* WHAT NEEDS TO BE DONE:
Look below for the line containing "there (common practice)."; write out that line and each one after it to the end, exactly, and nothing else.

**** EXTRACTED MATERIAL ****

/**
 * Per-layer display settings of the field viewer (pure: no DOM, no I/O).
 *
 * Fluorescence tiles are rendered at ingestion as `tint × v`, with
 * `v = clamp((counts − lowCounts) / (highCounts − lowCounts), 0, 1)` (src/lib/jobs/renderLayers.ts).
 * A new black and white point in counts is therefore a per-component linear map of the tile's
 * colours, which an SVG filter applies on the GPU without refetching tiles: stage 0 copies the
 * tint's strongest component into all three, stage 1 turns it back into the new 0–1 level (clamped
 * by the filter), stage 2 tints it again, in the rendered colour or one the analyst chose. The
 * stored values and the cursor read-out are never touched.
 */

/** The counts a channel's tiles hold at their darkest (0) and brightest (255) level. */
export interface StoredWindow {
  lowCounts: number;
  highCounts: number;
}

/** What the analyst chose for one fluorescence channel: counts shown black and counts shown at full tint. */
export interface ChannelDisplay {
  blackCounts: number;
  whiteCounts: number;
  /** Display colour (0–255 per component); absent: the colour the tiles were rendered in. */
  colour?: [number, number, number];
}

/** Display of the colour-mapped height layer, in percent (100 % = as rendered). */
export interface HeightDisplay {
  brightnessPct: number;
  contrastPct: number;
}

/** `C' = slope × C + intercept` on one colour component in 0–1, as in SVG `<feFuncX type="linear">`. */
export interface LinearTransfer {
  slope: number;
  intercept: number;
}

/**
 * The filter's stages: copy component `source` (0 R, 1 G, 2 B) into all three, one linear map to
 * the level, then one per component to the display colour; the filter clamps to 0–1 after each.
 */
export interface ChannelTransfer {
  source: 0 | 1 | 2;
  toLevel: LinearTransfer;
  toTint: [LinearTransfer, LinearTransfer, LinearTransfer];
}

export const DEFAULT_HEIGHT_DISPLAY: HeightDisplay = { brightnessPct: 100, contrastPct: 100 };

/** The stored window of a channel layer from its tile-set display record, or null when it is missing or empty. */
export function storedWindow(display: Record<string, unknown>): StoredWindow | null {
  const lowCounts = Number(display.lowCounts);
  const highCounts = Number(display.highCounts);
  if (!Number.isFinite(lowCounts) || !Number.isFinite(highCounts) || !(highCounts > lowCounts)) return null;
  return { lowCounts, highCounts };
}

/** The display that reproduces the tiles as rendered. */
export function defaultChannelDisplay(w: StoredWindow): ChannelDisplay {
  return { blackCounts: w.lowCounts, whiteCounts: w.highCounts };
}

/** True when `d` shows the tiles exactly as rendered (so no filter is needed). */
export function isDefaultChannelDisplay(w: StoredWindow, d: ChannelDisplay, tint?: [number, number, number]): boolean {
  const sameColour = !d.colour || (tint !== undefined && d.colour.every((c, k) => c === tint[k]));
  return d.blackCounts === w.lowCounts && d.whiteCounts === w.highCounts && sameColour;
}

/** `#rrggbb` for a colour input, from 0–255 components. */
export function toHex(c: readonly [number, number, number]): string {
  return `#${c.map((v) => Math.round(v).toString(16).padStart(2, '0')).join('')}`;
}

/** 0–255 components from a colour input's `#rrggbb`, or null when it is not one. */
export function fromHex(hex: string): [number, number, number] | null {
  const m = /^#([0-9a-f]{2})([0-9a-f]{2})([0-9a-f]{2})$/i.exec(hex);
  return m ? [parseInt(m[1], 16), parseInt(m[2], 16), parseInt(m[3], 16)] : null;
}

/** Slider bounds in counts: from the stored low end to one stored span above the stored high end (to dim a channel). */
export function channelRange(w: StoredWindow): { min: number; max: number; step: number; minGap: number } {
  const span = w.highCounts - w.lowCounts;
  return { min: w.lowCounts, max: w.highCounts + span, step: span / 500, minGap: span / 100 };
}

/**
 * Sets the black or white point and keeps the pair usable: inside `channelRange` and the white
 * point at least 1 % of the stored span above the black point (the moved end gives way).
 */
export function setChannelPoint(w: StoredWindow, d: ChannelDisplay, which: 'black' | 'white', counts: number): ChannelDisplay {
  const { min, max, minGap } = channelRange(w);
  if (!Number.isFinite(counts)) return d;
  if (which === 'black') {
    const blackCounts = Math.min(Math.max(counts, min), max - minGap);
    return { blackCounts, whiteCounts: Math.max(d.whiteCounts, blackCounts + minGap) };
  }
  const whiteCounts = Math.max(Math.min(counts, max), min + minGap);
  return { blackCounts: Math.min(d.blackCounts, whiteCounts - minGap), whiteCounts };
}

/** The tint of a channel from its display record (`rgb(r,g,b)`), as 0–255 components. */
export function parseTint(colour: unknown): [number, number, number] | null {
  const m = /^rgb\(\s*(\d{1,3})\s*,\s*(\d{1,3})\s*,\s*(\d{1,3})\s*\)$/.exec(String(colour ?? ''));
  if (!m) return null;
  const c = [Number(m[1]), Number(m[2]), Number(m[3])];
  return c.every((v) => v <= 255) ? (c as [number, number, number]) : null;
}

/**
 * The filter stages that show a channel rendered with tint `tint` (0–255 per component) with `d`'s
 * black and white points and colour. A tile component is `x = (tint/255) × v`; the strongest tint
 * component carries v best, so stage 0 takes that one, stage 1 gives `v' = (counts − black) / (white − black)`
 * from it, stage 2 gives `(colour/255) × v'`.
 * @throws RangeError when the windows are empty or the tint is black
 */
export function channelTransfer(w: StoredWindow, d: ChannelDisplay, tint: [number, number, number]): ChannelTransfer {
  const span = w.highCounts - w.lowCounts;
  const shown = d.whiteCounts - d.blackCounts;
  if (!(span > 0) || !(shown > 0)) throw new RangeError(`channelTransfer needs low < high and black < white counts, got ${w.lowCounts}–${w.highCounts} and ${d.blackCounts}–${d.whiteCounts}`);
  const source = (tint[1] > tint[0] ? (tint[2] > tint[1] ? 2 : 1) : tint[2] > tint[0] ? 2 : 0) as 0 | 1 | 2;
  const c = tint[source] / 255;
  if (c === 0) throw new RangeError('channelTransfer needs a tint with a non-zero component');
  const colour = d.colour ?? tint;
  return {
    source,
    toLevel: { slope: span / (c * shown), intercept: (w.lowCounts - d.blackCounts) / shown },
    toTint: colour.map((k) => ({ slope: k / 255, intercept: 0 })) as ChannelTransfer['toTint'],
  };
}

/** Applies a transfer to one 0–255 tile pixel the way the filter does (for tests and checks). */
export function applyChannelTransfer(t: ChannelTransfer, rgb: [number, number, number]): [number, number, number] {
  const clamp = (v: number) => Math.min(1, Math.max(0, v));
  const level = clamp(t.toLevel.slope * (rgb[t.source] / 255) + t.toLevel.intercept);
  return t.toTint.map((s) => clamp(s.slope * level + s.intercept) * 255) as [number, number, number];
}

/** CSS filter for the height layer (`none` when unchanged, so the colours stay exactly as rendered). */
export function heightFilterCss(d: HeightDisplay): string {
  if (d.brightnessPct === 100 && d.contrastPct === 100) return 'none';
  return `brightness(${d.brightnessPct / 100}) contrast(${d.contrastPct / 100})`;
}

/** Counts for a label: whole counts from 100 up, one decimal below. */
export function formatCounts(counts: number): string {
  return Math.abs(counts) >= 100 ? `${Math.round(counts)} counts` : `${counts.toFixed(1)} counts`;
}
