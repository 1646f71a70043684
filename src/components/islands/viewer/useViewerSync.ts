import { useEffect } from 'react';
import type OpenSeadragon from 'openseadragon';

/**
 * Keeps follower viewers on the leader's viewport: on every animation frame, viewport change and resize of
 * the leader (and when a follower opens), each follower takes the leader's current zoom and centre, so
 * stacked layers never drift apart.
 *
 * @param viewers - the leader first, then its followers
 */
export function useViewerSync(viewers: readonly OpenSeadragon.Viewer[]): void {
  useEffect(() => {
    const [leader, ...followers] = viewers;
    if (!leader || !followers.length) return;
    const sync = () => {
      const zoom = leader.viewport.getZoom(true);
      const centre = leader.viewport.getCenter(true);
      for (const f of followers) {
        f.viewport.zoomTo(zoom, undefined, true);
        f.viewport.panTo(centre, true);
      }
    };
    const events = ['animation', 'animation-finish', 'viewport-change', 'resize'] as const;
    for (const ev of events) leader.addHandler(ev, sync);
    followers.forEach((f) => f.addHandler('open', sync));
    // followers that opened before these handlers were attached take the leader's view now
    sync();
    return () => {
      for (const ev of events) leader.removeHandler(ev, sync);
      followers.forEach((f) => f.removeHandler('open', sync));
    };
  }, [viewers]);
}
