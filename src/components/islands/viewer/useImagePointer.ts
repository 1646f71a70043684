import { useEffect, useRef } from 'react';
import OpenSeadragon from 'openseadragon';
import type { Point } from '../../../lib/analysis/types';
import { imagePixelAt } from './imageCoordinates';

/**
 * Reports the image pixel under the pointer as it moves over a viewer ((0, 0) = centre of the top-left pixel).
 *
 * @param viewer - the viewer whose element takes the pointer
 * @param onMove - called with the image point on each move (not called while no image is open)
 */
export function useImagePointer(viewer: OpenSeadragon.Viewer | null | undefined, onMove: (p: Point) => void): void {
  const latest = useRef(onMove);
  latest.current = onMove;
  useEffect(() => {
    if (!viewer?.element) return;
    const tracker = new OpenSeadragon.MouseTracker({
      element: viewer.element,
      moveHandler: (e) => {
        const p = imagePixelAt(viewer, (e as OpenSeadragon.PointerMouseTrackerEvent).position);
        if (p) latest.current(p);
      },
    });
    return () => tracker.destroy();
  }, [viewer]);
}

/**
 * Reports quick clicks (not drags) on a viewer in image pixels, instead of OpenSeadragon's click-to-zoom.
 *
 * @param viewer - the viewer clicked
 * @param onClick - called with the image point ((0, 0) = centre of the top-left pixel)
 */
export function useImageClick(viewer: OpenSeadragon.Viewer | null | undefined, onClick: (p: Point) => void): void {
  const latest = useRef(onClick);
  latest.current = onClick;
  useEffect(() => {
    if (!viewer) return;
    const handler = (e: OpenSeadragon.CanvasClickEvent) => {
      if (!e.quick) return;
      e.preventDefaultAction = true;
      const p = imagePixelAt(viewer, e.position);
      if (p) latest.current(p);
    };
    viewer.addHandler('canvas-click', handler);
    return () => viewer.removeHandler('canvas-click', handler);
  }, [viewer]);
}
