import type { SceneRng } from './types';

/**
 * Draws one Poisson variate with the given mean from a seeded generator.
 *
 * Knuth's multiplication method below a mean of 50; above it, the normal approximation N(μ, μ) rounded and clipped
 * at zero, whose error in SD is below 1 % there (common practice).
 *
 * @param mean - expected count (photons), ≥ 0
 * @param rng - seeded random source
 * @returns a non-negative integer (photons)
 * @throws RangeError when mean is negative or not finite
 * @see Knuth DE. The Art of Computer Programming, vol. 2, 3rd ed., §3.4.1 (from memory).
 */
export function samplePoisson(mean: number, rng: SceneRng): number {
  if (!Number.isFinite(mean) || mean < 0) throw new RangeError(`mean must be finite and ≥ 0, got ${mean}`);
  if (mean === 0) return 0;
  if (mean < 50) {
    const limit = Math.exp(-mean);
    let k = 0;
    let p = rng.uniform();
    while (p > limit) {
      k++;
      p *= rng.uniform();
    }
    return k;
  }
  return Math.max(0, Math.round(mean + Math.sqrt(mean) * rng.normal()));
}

****

* RESULT OF THIS EXERCISE:
 * at zero, whose error in SD is below 1 % there (common practice).
 *
 * @param mean - expected count (photons), ≥ 0
 * @param rng - seeded random source
 * @returns a non-negative integer (photons)
 * @throws RangeError when mean is negative or not finite
 * @see Knuth DE. The Art of Computer Programming, vol. 2, 3rd ed., §3.4.1 (from memory).
 */
export function samplePoisson(mean: number, rng: SceneRng): number {
  if (!Number.isFinite(mean) || mean < 0) throw new RangeError(`mean must be finite and ≥ 0, got ${mean}`);
  if (mean === 0) return 0;
  if (mean < 50) {
    const limit = Math.exp(-mean);
    let k = 0;
    let p = rng.uniform();
    while (p > limit) {
      k++;
      p *= rng.uniform();
    }
    return k;
  }
  return Math.max(0, Math.round(mean + Math.sqrt(mean) * rng.normal()));
}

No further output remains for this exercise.